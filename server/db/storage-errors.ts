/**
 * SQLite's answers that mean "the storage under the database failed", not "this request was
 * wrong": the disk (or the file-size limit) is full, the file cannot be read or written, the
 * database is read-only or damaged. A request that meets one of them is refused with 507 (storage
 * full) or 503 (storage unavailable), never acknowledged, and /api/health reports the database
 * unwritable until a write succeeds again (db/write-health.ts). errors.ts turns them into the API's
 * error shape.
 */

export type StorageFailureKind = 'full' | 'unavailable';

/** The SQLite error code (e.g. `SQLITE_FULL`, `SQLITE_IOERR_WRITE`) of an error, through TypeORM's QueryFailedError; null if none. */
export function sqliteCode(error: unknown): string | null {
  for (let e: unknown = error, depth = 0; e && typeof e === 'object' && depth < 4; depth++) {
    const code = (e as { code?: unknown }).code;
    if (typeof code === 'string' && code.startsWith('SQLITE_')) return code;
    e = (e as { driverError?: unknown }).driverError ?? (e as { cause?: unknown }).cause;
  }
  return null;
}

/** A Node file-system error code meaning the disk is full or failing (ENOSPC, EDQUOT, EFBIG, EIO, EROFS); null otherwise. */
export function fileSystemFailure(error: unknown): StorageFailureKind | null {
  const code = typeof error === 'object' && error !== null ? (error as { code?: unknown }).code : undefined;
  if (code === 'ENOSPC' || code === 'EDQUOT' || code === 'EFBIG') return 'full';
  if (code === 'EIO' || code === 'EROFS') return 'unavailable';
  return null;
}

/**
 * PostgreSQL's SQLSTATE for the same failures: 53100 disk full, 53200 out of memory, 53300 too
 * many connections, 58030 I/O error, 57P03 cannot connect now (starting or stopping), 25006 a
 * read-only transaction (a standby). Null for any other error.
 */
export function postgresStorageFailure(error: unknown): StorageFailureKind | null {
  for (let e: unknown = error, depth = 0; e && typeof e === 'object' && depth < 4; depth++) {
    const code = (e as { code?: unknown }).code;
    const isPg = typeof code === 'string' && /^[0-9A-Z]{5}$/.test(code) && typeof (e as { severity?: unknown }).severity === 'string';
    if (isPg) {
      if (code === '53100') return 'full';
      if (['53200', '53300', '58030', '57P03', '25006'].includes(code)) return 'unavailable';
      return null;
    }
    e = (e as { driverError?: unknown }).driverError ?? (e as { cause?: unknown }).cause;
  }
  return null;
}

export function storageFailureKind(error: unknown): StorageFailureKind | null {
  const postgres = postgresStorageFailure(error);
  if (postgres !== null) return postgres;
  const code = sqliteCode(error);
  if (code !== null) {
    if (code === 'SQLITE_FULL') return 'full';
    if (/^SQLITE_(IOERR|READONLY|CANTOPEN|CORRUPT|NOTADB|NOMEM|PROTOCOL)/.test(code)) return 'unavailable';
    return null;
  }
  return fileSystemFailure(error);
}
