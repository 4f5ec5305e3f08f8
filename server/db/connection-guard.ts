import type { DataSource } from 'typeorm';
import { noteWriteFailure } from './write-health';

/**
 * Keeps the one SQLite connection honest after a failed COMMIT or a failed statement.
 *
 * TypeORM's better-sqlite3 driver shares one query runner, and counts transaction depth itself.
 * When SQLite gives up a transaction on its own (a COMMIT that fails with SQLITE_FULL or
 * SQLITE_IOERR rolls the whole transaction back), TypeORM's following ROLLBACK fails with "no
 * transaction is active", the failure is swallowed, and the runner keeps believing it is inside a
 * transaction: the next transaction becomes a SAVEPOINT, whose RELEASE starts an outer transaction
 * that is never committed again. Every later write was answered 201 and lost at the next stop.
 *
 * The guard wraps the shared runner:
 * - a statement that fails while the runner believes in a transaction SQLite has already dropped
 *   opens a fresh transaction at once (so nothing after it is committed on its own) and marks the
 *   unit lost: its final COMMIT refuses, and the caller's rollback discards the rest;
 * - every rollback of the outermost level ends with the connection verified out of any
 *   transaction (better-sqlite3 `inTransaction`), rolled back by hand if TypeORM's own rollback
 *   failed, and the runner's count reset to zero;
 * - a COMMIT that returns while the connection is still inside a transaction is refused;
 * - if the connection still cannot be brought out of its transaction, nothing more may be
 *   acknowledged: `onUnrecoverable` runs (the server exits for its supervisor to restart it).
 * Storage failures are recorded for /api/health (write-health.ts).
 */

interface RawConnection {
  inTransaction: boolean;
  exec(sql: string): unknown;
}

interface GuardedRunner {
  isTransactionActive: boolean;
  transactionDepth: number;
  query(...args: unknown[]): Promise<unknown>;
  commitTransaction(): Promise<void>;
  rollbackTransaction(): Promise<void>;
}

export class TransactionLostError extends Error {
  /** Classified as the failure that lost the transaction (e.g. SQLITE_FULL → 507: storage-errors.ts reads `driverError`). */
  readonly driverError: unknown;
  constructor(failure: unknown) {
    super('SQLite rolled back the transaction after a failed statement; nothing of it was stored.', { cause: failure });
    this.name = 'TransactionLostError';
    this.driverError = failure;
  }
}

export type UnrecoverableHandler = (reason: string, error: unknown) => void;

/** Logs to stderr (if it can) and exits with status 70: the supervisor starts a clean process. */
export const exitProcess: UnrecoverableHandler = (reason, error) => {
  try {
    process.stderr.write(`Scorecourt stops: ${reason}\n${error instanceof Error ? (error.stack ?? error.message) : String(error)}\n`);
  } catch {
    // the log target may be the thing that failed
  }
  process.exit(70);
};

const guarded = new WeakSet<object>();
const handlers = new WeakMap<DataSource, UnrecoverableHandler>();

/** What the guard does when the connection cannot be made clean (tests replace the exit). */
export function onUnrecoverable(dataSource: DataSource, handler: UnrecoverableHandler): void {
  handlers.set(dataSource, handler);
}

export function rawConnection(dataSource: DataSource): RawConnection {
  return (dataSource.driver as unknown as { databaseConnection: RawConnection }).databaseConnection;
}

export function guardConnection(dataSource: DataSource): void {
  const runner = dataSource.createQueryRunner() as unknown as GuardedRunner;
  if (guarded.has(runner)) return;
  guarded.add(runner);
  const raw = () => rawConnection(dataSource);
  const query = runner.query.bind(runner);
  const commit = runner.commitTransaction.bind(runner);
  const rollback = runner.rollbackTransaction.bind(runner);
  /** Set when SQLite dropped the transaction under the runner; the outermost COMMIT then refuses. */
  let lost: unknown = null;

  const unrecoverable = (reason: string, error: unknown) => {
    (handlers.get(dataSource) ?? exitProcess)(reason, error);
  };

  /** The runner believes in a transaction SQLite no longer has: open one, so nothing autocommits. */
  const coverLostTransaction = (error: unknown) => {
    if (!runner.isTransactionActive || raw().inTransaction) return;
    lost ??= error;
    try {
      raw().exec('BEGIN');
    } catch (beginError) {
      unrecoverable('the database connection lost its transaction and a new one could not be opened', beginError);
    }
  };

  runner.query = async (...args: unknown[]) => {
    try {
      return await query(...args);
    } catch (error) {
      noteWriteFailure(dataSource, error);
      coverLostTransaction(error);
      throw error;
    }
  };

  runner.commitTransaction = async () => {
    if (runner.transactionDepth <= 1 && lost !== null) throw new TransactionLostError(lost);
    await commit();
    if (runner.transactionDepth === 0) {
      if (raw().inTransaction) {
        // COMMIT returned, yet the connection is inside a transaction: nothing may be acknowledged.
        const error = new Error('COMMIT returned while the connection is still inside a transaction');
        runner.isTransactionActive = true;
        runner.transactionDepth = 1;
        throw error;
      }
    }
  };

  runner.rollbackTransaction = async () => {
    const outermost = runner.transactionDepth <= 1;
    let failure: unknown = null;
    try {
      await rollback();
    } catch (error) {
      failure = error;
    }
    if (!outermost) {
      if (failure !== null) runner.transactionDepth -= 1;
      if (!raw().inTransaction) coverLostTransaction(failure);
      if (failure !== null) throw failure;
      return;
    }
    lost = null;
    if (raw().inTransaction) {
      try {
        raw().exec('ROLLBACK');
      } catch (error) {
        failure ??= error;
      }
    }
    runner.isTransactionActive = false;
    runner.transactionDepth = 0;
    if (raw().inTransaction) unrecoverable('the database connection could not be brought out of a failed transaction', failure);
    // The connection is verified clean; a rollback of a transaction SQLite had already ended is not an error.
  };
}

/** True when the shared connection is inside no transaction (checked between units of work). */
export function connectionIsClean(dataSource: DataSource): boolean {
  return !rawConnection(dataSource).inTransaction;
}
____
THE PROBLEM =>
Where the string "rolled" occurs in the data, return the whole line.

ANSWER FOR THE TASK =>
 *   transaction (better-sqlite3 `inTransaction`), rolled back by hand if TypeORM's own rollback
    super('SQLite rolled back the transaction after a failed statement; nothing of it was stored.', { cause: failure });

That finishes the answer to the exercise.